The airport's new terminal, which cost some 15 million euros, opened on 21 November 2012, with a capacity of at least 600,000 pax/year. In 2013, the old terminal was renovated and Prevent Global plc sold Aerodrom Maribor llc to AvioFun Ltd, an aviation company based in Libeliče.

The total number of passengers in 2013 was 15,000, an increase from the previous year.

In October 2014, Delavska hranilnica plc bought the airport for 1 million € and became its co-owner. Delavska hranilnica plc had a 57% share and AvioFun Ltd had a 43% share of the company.

During the summer of 2015, Adria Airways operated a seasonal service to London using London-Southend Airport between June and October with three flights per week.

On 9 June 2015, Slovenian savings bank Delavska hranilnica plc bought the remaining 43% share from AvionFun Ltd and became the sole owner of this airport.

In December 2016, Aerodrom Maribor, the operator of the airport, was sold to SHS Aviation. The new owner, which also owns VLM Airlines, announced its plans to invest up to 300 million euros into the airport. SHS Aviation's main priorities are extending the runway, building a new terminal and launching flights to large European cities as well as a few Chinese cities. In July 2017 SHS Aviation announced two new scheduled destinations from Maribor with its own airline, VLM Airlines Slovenia: Split and Dubrovnik, both in Croatia. The flights began on 8 August 2017 and were operated until the mid of August 2017.

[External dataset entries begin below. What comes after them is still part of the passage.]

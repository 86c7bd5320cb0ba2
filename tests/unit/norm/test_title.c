/* Unit tests for the annotated title (src/norm/title.c): the one scan that
 * finds the lexicon phrases starting at each unit, over a lexicon built
 * here. */
#include <setjmp.h>
#include <stdarg.h>
#include <stddef.h>
#include <stdint.h>
#include <stdio.h>
#include <stdlib.h>
#include <string.h>

#include <cmocka.h>

#include "norm/title.h"
#include "norm/unicode.h"

static lexicon *LX;
static tm_title TI;
static uni_ctx U8;
static tm_buf TEXT;

static void add(int cat, const char *lang, const char *ph, const char *v)
{
	tm_buf err = {0};
	if (lex_add(LX, cat, lang, ph, strlen(ph), v, LW_ANY, &err) < 0)
		fail_msg("lex_add %s: %.*s", ph, (int)err.len, err.data);
	buf_free(&err);
}

static int setup(void **state)
{
	(void)state;
	LX = lex_new();
	add(LC_PLACE, "*", "Frankfurt", "DE");
	add(LC_PLACE, "*", "Frankfurt am Main", "DE");
	add(LC_LOCATION, "*", "am", "prep");
	add(LC_SCHEDULE, "de", "Vollzeit", "full_time");
	add(LC_MARKETING, "de", "ab sofort", "-");
	add(LC_SCHEDULE, "it", "tempo pieno", "full_time");
	add(LC_UNIT, "*", "ab", "connector");
	add(LC_MARKER, "*", "m/w/d", "-");
	add(LC_OCCUPATION, "de", "Koch", "head");
	add(LC_OCCUPATION, "de", "Fachkraft", "head");
	add(LC_OCCUPATION, "de", "fachkraft", "suffix");
	add(LC_BUSINESS, "de", "Hotel", "kind");
	TI.lx = LX;
	return 0;
}

static int teardown(void **state)
{
	(void)state;
	title_free(&TI);
	uni_ctx_free(&U8);
	buf_free(&TEXT);
	lex_free(LX);
	return 0;
}

static void scan(const char *raw)
{
	buf_reset(&TEXT);
	assert_int_equal(uni_prepare(&U8, raw, strlen(raw), &TEXT), 0);
	TI.text = TEXT.data;
	assert_int_equal(tok_split(&TI.tl, &U8, TEXT.data, TEXT.len), 0);
	assert_int_equal(title_build(&TI), 0);
	assert_int_equal(title_scan(&TI), 0);
}

/* The phrases found at unit k, as "units:category" longest first. */
static void at_is(size_t k, const char *want)
{
	char got[256] = "";
	size_t n = 0;
	assert_true(k < TI.nunit);
	for (uint32_t i = TI.aoff[k]; i < TI.aoff[k + 1]; i++) {
		const lex_entry *e = lex_entry_at(LX, TI.ann[i].first);
		n += (size_t)snprintf(got + n, sizeof got - n, "%s%u:%s", n ? " " : "",
				      (unsigned)TI.ann[i].units, lex_cat_name(e->cat));
	}
	if (strcmp(got, want))
		fail_msg("unit %zu: \"%s\", want \"%s\"", k, got, want);
}

static void test_longest_first(void **state)
{
	(void)state;
	scan("Maler Frankfurt am Main Vollzeit");
	at_is(0, "");
	at_is(1, "3:places 1:places");
	at_is(2, "1:location");
	at_is(3, "");
	at_is(4, "1:schedule");
	assert_int_equal(TI.ucats[1], 1u << LC_PLACE);
	assert_int_equal(TI.lcats, 1u << LC_PLACE | 1u << LC_LOCATION | 1u << LC_SCHEDULE);
	/* case, accents and weak punctuation fold away as in the lexicon */
	scan("FRANKFURT-AM-MAIN");
	at_is(0, "3:places 1:places");
}

static void test_words_outside_end_a_phrase(void **state)
{
	(void)state;
	/* "xyz" is no word of the lexicon: nothing goes across it */
	scan("Frankfurt xyz am Main");
	at_is(0, "1:places");
	at_is(1, "");
	at_is(2, "1:location");
	at_is(3, "");
	/* a phrase stays inside its segment */
	scan("Frankfurt, am Main");
	at_is(0, "1:places");
	scan("ab (sofort)");
	at_is(0, "1:units");
}

static void test_removed_markers_are_transparent(void **state)
{
	(void)state;
	scan("ab m/w/d sofort");
	at_is(0, "1:units");
	/* the gender rule removes the marker; the scan again sees the
	 * phrase across it, of three units */
	size_t len;
	assert_non_null(match_cat(&TI, 1, LC_MARKER, 1, &len));
	assert_int_equal(remove_units(&TI, 1, 1 + len, NF_GENDER, NULL), 0);
	assert_int_equal(title_scan(&TI), 0);
	at_is(0, "5:marketing 1:units");
	/* across a segment end right after the removed units too */
	scan("tempo (m/w/d) pieno");
	assert_int_equal(remove_units(&TI, 1, 4, NF_GENDER, NULL), 0);
	assert_int_equal(title_scan(&TI), 0);
	at_is(0, "5:schedule");
	assert_non_null(match_cat(&TI, 0, LC_SCHEDULE, 1, &len));
	assert_int_equal(len, 5);
}

static void test_walks_stop_early(void **state)
{
	(void)state;
	/* 5,000 units each starting a prefix of a longer phrase: every walk
	 * stops after two steps */
	size_t n = 5000;
	char *s = malloc(n * 10 + 1), *p = s;
	for (size_t i = 0; i < n; i++)
		p += sprintf(p, "%s ", i % 2 ? "am" : "Frankfurt");
	*p = 0;
	scan(s);
	assert_int_equal(TI.nunit, n);
	at_is(0, "1:places");
	at_is(1, "1:location");
	assert_int_equal(TI.nann, n);
	free(s);
}

/* The value of the i-th phrase at unit k. */
static const char *value_at(size_t k, size_t i)
{
	assert_true(TI.aoff[k] + i < TI.aoff[k + 1]);
	return lex_entry_at(LX, TI.ann[TI.aoff[k] + i].first)->value;
}

static void test_occupational_words_and_endings(void **state)
{
	(void)state;
	scan("Lagerfachkraft / Koch - Hotel Bergblick");
	at_is(0, "1:occupation");
	assert_string_equal(value_at(0, 0), "suffix");
	at_is(1, "1:occupation");
	assert_string_equal(value_at(1, 0), "head");
	at_is(2, "1:business");
	at_is(3, "");
	assert_int_equal(TI.ucats[0], 1u << LC_OCCUPATION);
	assert_int_equal(TI.lcats, 1u << LC_OCCUPATION | 1u << LC_BUSINESS);
	/* the word itself: the phrase first, then the ending */
	scan("FACHKRAFT");
	at_is(0, "1:occupation 1:occupation");
	assert_string_equal(value_at(0, 0), "head");
	assert_string_equal(value_at(0, 1), "suffix");
	/* an ending ends a word: not inside one, not a number */
	scan("Fachkraftwerk 12");
	at_is(0, "");
	at_is(1, "");
}

/* Every gendered pair is found under the last bytes of its endings and
 * their difference in length, in file order, also for pairs added after
 * a title was built (the index follows the lexicon). */
static void pairs_found(void)
{
	size_t n, m;
	const lex_pair *p = lex_pairs(LX, &n);
	assert_true(n > 0);
	for (size_t i = 0; i < n; i++) {
		unsigned fl = p[i].flen ? (unsigned char)p[i].fem[p[i].flen - 1] : 256;
		unsigned ml = p[i].mlen ? (unsigned char)p[i].masc[p[i].mlen - 1] : 256;
		const uint32_t *g = title_pairs(&TI, fl, ml, (long)p[i].mlen - (long)p[i].flen, &m);
		size_t seen = 0;
		for (size_t j = 0; j < m; j++) {
			if (j)
				assert_true(g[j - 1] < g[j]);
			seen += g[j] == i;
		}
		if (seen != 1)
			fail_msg("pair %zu (%s/%s) found %zu times", i, p[i].masc, p[i].fem, seen);
	}
}

static void load_pairs(const char *lines)
{
	tm_buf err = {0}, text = {0};
	assert_int_equal(buf_puts(&text, lines), 0);
	assert_int_equal(buf_reserve(&text, 1), 0);
	if (lex_load_text(LX, LC_MARKER, 3, "pairs-test.txt", text.data, text.len, &err) != 0)
		fail_msg("%.*s", (int)err.len, err.data);
	buf_free(&err);
	buf_free(&text);
}

static void test_pairs_by_endings(void **state)
{
	(void)state;
	load_pairs("de\t-\tin\nde\tmann\tfrau\nfr\teur\teuse\nfr\tr\tse\n"
		   "fr\ter\tère\nes\to\ta\nfr\t-\te\nes\to\t@\nda\ttjener\tservitrice\n");
	scan("Koch");
	pairs_found();
	load_pairs("nl\ter\tster\npl\tik\ticzka\nhr\tik\tica\n");
	scan("Koch");
	pairs_found();
}

int main(void)
{
	const struct CMUnitTest tests[] = {
		cmocka_unit_test(test_longest_first),
		cmocka_unit_test(test_words_outside_end_a_phrase),
		cmocka_unit_test(test_removed_markers_are_transparent),
		cmocka_unit_test(test_walks_stop_early),
		cmocka_unit_test(test_occupational_words_and_endings),
		cmocka_unit_test(test_pairs_by_endings),
	};
	return cmocka_run_group_tests_name("title", tests, setup, teardown);
}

On 18 July 2019 The Ministry of Infrastructure lets the airport to temporary management of the company DRI upravljanje investicij, d.o.o.

==Statistics==

| Year | Passengers | Growth |
| 1978 | 187,516 | – |
| 1990 | 85,000 | – |
| 2004 | 6,215 | – |
| 2005 | 16,046 | +158% |
| 2006 | 12,452 | −22% |
| 2007 | 25,000 | +101% |
| 2008 | 17,000 | −32% |
| 2009 | 5,000 | −70% |
| 2010 | 9,000 | +80% |
| 2011 | 6,000 | −33% |
| 2012 | 6,500 | +8% |
| 2013 | 14,065 | +116% |
| 2014 | 17,568 | +25% |
| 2015 | 24,886 | +42% |
| 2016 | 8,890 | −64% |
| 2017 | 6,000 | −32.5% |
| 2018 | 2,435 | −60.9% |
Source: Siol

==Access==
Maribor Airport, which is close to the A1 and right next to the A4 motorway, is easily accessed by road. There are car hire firms based at the airport. Other cities near the airport are Ljubljana (120 km), Graz (77 km) and Zagreb (107 km) away. It is also easily accessible by rail from all directions.

== Aero Club==

Letalski center Maribor short LCM (English: Aviation center Maribor) is the oldest and the biggest Slovenian general aviation aero club operating at international Maribor Airport operating with 8 aircraft, 2 ultralights, 7 gliders and 10 parachutes. Founded on December 20, 1927 in Maribor and is well known for its flight school, ever since. It is considered to be the highest quality general aviation aero club in the country and Balkans. Annual number of flight hours is around 3500 h and 10000 landings.